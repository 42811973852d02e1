// GPX 1.1 track writing, read back by libxml2's xmllint (Debian's
// libxml2-utils), which the project did not write: the document is
// well-formed XML 1.0, its root is `gpx` version 1.1 in the GPX 1.1 namespace,
// and each `trkpt` carries lat/lon with `ele` before `time` (the order of the
// GPX 1.1 schema's wptType sequence; source: GPX 1.1 schema documentation,
// topografix.com, value from memory as the schema file is not bundled).
#include <gtest/gtest.h>

#include <cstdio>
#include <cstdlib>
#include <filesystem>
#include <fstream>
#include <memory>
#include <stdexcept>

#include "formats/gpx_write.h"

using namespace cairn::formats;

namespace {

// xmllint's output for an XPath expression on FILE ("" when it fails).
std::string xpath(const std::string& file, const std::string& expr) {
  const std::string cmd = "xmllint --xpath \"" + expr + "\" '" + file + "' 2>/dev/null";
  std::unique_ptr<FILE, int (*)(FILE*)> p(popen(cmd.c_str(), "r"), pclose);
  std::string out;
  char buf[256];
  while (p && fgets(buf, sizeof buf, p.get())) out += buf;
  while (!out.empty() && (out.back() == '\n' || out.back() == ' ')) out.pop_back();
  return out;
}

}  // namespace

TEST(GpxWrite, TracksAreWellFormedGpx11InTheSchemasOrder) {
  ASSERT_EQ(std::system("command -v xmllint >/dev/null 2>&1"), 0)
      << "xmllint is missing: scripts/install-deps.sh --test";
  const std::vector<GpxTrack> tracks{
      {"AQ 2026-07-06 <day> & more",
       {{{61.1818333, -135.59, 1012.5, "2026-07-06T17:00:00Z"}, {61.1819, -135.5901, std::nullopt, ""}}}},
      {"BX", {{{-45.5, 179.99999999, std::nullopt, "2026-07-06T18:00:00Z"}}, {{0, -180, 0.0, ""}}}}};
  const std::string path = (std::filesystem::temp_directory_path() / "cairn-gpx-write-test.gpx").string();
  std::ofstream(path) << write_gpx_tracks(tracks, "Cairn \"test\"");
  EXPECT_EQ(std::system(("xmllint --noout '" + path + "'").c_str()), 0);  // well-formed XML 1.0
  const std::string ns = "namespace-uri(/*)";
  EXPECT_EQ(xpath(path, "string(" + ns + ")"), "http://www.topografix.com/GPX/1/1");
  EXPECT_EQ(xpath(path, "string(/*/@version)"), "1.1");
  EXPECT_EQ(xpath(path, "string(/*/@creator)"), "Cairn \"test\"");
  EXPECT_EQ(xpath(path, "count(//*[local-name()='trk'])"), "2");
  EXPECT_EQ(xpath(path, "count(//*[local-name()='trkseg'])"), "3");
  EXPECT_EQ(xpath(path, "count(//*[local-name()='trkpt'])"), "4");
  EXPECT_EQ(xpath(path, "string(//*[local-name()='trk'][1]/*[local-name()='name'])"), "AQ 2026-07-06 <day> & more");
  EXPECT_EQ(xpath(path, "string(//*[local-name()='trkpt'][1]/@lat)"), "61.18183330");
  EXPECT_EQ(xpath(path, "local-name(//*[local-name()='trkpt'][1]/*[1])"), "ele");
  EXPECT_EQ(xpath(path, "local-name(//*[local-name()='trkpt'][1]/*[2])"), "time");
  EXPECT_EQ(xpath(path, "string(//*[local-name()='trkpt'][1]/*[local-name()='ele'])"), "1012.50");
  std::filesystem::remove(path);
  // GPX 1.1: longitude -180 <= lon < 180, latitude -90..90.
  EXPECT_THROW(write_gpx_tracks({{"bad", {{{10, 180, std::nullopt, ""}}}}}, "Cairn"), std::invalid_argument);
  EXPECT_THROW(write_gpx_tracks({{"bad", {{{90.5, 0, std::nullopt, ""}}}}}, "Cairn"), std::invalid_argument);
}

------------------------------

● **TASK TO COMPLETE**
Reproduce the data shown above in its entirety, keeping each word as it is.

● **RESULT OF THE EXERCISE**
repository 42811973852d02e1
// GPX 1.1 track writing, read back by libxml2's xmllint (Debian's
// libxml2-utils), which the project did not write: the document is
// well-formed XML 1.0, its root is `gpx` version 1.1 in the GPX 1.1 namespace,
// and each `trkpt` carries lat/lon with `ele` before `time` (the order of the
// GPX 1.1 schema's wptType sequence; source: GPX 1.1 schema documentation,
// topografix.com, value from memory as the schema file is not bundled).
#include <gtest/gtest.h>

#include <cstdio>
#include <cstdlib>
#include <filesystem>
#include <fstream>
#include <memory>
#include <stdexcept>

#include "formats/gpx_write.h"

using namespace cairn::formats;

namespace {

// xmllint's output for an XPath expression on FILE ("" when it fails).
std::string xpath(const std::string& file, const std::string& expr) {
  const std::string cmd = "xmllint --xpath \"" + expr + "\" '" + file + "' 2>/dev/null";
  std::unique_ptr<FILE, int (*)(FILE*)> p(popen(cmd.c_str(), "r"), pclose);
  std::string out;
  char buf[256];
  while (p && fgets(buf, sizeof buf, p.get())) out += buf;
  while (!out.empty() && (out.back() == '\n' || out.back() == ' ')) out.pop_back();
  return out;
}

}  // namespace

TEST(GpxWrite, TracksAreWellFormedGpx11InTheSchemasOrder) {
  ASSERT_EQ(std::system("command -v xmllint >/dev/null 2>&1"), 0)
      << "xmllint is missing: scripts/install-deps.sh --test";
  const std::vector<GpxTrack> tracks{
      {"AQ 2026-07-06 <day> & more",
       {{{61.1818333, -135.59, 1012.5, "2026-07-06T17:00:00Z"}, {61.1819, -135.5901, std::nullopt, ""}}}},
      {"BX", {{{-45.5, 179.99999999, std::nullopt, "2026-07-06T18:00:00Z"}}, {{0, -180, 0.0, ""}}}}};
  const std::string path = (std::filesystem::temp_directory_path() / "cairn-gpx-write-test.gpx").string();
  std::ofstream(path) << write_gpx_tracks(tracks, "Cairn \"test\"");
  EXPECT_EQ(std::system(("xmllint --noout '" + path + "'").c_str()), 0);  // well-formed XML 1.0
  const std::string ns = "namespace-uri(/*)";
  EXPECT_EQ(xpath(path, "string(" + ns + ")"), "http://www.topografix.com/GPX/1/1");
  EXPECT_EQ(xpath(path, "string(/*/@version)"), "1.1");
  EXPECT_EQ(xpath(path, "string(/*/@creator)"), "Cairn \"test\"");
  EXPECT_EQ(xpath(path, "count(//*[local-name()='trk'])"), "2");
  EXPECT_EQ(xpath(path, "count(//*[local-name()='trkseg'])"), "3");
  EXPECT_EQ(xpath(path, "count(//*[local-name()='trkpt'])"), "4");
  EXPECT_EQ(xpath(path, "string(//*[local-name()='trk'][1]/*[local-name()='name'])"), "AQ 2026-07-06 <day> & more");
  EXPECT_EQ(xpath(path, "string(//*[local-name()='trkpt'][1]/@lat)"), "61.18183330");
  EXPECT_EQ(xpath(path, "local-name(//*[local-name()='trkpt'][1]/*[1])"), "ele");
  EXPECT_EQ(xpath(path, "local-name(//*[local-name()='trkpt'][1]/*[2])"), "time");
  EXPECT_EQ(xpath(path, "string(//*[local-name()='trkpt'][1]/*[local-name()='ele'])"), "1012.50");
  std::filesystem::remove(path);
  // GPX 1.1: longitude -180 <= lon < 180, latitude -90..90.
  EXPECT_THROW(write_gpx_tracks({{"bad", {{{10, 180, std::nullopt, ""}}}}}, "Cairn"), std::invalid_argument);
  EXPECT_THROW(write_gpx_tracks({{"bad", {{{90.5, 0, std::nullopt, ""}}}}}, "Cairn"), std::invalid_argument);
}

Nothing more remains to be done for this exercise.